Trotz Koalitionsvereinbarung
Union rüttelt am Kündigungsschutz

Die Zeit nach der Sommerpause sollte harmonisch beginnen, doch Schwarz-Rot steht bereits neuer Streit ins Haus. Die Union hat ihre Forderung nach einer Lockerung des Kündigungsschutzes erneuert und damit die Koalitionsvereinbarung mit den Sozialdemokraten in Frage gestellt. Heftiger Gegenwind droht Vizekanzler Müntefering (SPD) auch bei seinen Mindestlohn-Plänen.

HB BERLIN. Die Union rüttelt an der Vereinbarung zum Kündigungsschutz. „Die Koalitionsvereinbarung taugt nicht in Sachen Flexibilisierung der Einstellung“, sagte Wirtschaftsminister Michael Glos (CSU) am Sonntag im ZDF. Unionsfraktionschef Volker Kauder forderte Arbeitsminister Franz Müntefering auf, einen Entwurf zur Neuregelung der Streitfrage vorzulegen. Müntefering lehnte Forderungen nach Lockerung des Kündigungsschutzes jedoch ab.

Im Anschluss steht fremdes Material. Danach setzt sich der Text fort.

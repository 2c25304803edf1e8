import { describe, expect, it } from 'vitest';
import { clockText } from './clock-text';

describe('clock text', () => {
  it('writes minutes and seconds', () => {
    expect([0, 999, 61_000, 3_600_000, -5].map(clockText)).toEqual(['0:00', '0:00', '1:01', '60:00', '0:00']);
  });
});
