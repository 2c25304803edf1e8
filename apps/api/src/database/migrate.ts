import { DataSource } from 'typeorm';
import { dataSourceOptions } from './data-source';

/** Brings the database at MIGRATION_DATABASE_URL to the newest migration. Run with the migrator's role. */
async function migrate(): Promise<void> {
  const url = process.env['MIGRATION_DATABASE_URL'];
  if (!url)
    throw new Error(
      'MIGRATION_DATABASE_URL is missing: the address of the database with the migrator as user.',
    );
  const dataSource = await new DataSource(dataSourceOptions(url)).initialize();
  try {
    const done = await dataSource.runMigrations();
    console.log(
      done.length === 0
        ? 'The database is current.'
        : `Migrations run: ${done.map((one) => one.name).join(', ')}.`,
    );
  } finally {
    await dataSource.destroy();
  }
}

migrate().catch((error: unknown) => {
  console.error(error instanceof Error ? error.message : error);
  process.exitCode = 1;
});
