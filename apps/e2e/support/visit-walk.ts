import type { Page } from 'playwright-core';
import type { TestPicture } from './pictures';

/** A thumb on the screens of one visit: each method does one step and ends on the list of work. */
export class VisitWalk {
  constructor(readonly page: Page) {}

  tap(name: string | RegExp): Promise<void> {
    return this.page.getByRole('button', { name }).first().click();
  }

  /** Types on the number pad. */
  async type(digits: string): Promise<void> {
    for (const digit of digits) await this.page.getByRole('button', { name: digit, exact: true }).click();
  }

  choose(name: string, within?: string): Promise<void> {
    const place = within ? this.page.getByRole('radiogroup', { name: within }) : this.page;
    return place.getByRole('radio', { name, exact: false }).first().click();
  }

  /** Opens a step from the list of work. */
  async step(name: string): Promise<void> {
    await this.page.getByRole('list', { name: 'All steps' }).getByRole('link', { name }).click();
  }

  async back(): Promise<void> {
    await this.page.getByRole('link', { name: 'Back' }).click();
  }

  async attach(label: string, pictures: TestPicture[]): Promise<void> {
    const selector = `input[data-photo="gallery"][aria-label="${label}"]`;
    await this.page.locator(selector).waitFor({ state: 'attached' });
    // By path, as a file picker does it: the megabytes do not travel through the test.
    const devtools = await this.page.context().newCDPSession(this.page);
    const { result } = await devtools.send('Runtime.evaluate', {
      expression: `document.querySelector(${JSON.stringify(selector)})`,
    });
    await devtools.send('DOM.setFileInputFiles', {
      objectId: result.objectId ?? '',
      files: pictures.map(({ path }) => path),
    });
    await devtools.detach();
    for (let number = 1; number <= pictures.length; number += 1) {
      await this.page.getByRole('img', { name: `${label} ${number}`, exact: true }).waitFor();
    }
  }

  async cycle(sign: string): Promise<void> {
    await this.tap('Start air');
    await this.tap('Stop air');
    await this.choose(sign);
  }
}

Mit ihrem neuen Vorstoß zum Kündigungsschutz greift die Union einen jahrelangen Streit mit der SPD auf. Die Union will mit einer Lockerung Neueinstellungen erleichtern, während die SPD den Arbeitnehmerschutz sichern will. Der Koalitionsvertrag sieht für Arbeitgeber die Möglichkeit vor, bei Neueinstellungen die Wartezeit auf den Kündigungsschutz von sechs auf 24 Monate zu verlängern. Dafür würde aber die von der Wirtschaft favorisierte Praxis gestrichen, Arbeitsverträge auch ohne sachlichen Grund befristen zu können. Müntefering hatte die Umsetzung in einen Gesetzentwurf im Frühjahr wegen mangelnder Einigkeit in der Koalition auf Eis gelegt.

Glos kündigte an, er werde für eine im Sinne der Union bessere Lösung kämpfen. Kauder forderte einerseits von Müntefering einen Entwurf zur Umsetzung der Vereinbarung und kündigte Gespräche in der Koalition über das weitere Vorgehen an. Er ließ aber die Möglichkeit offen, wegen der Vorbehalte in der Wirtschaft auf eine Neuregelung zu verzichten.

„Mit den bestehenden Regelungen zu befristeten Beschäftigung haben wir schon ein taugliches Instrument“, sagte er der „Frankfurter Allgemeinen Sonntagszeitung“. Müntefering wies Forderungen nach einer Lockerung der Regelungen erneut zurück. „Wir sollten nicht am Kündigungsschutz rütteln“, sagte er derselben Zeitung. Der bestehende Kündigungsschutz sei ein Vorteil für Deutschland.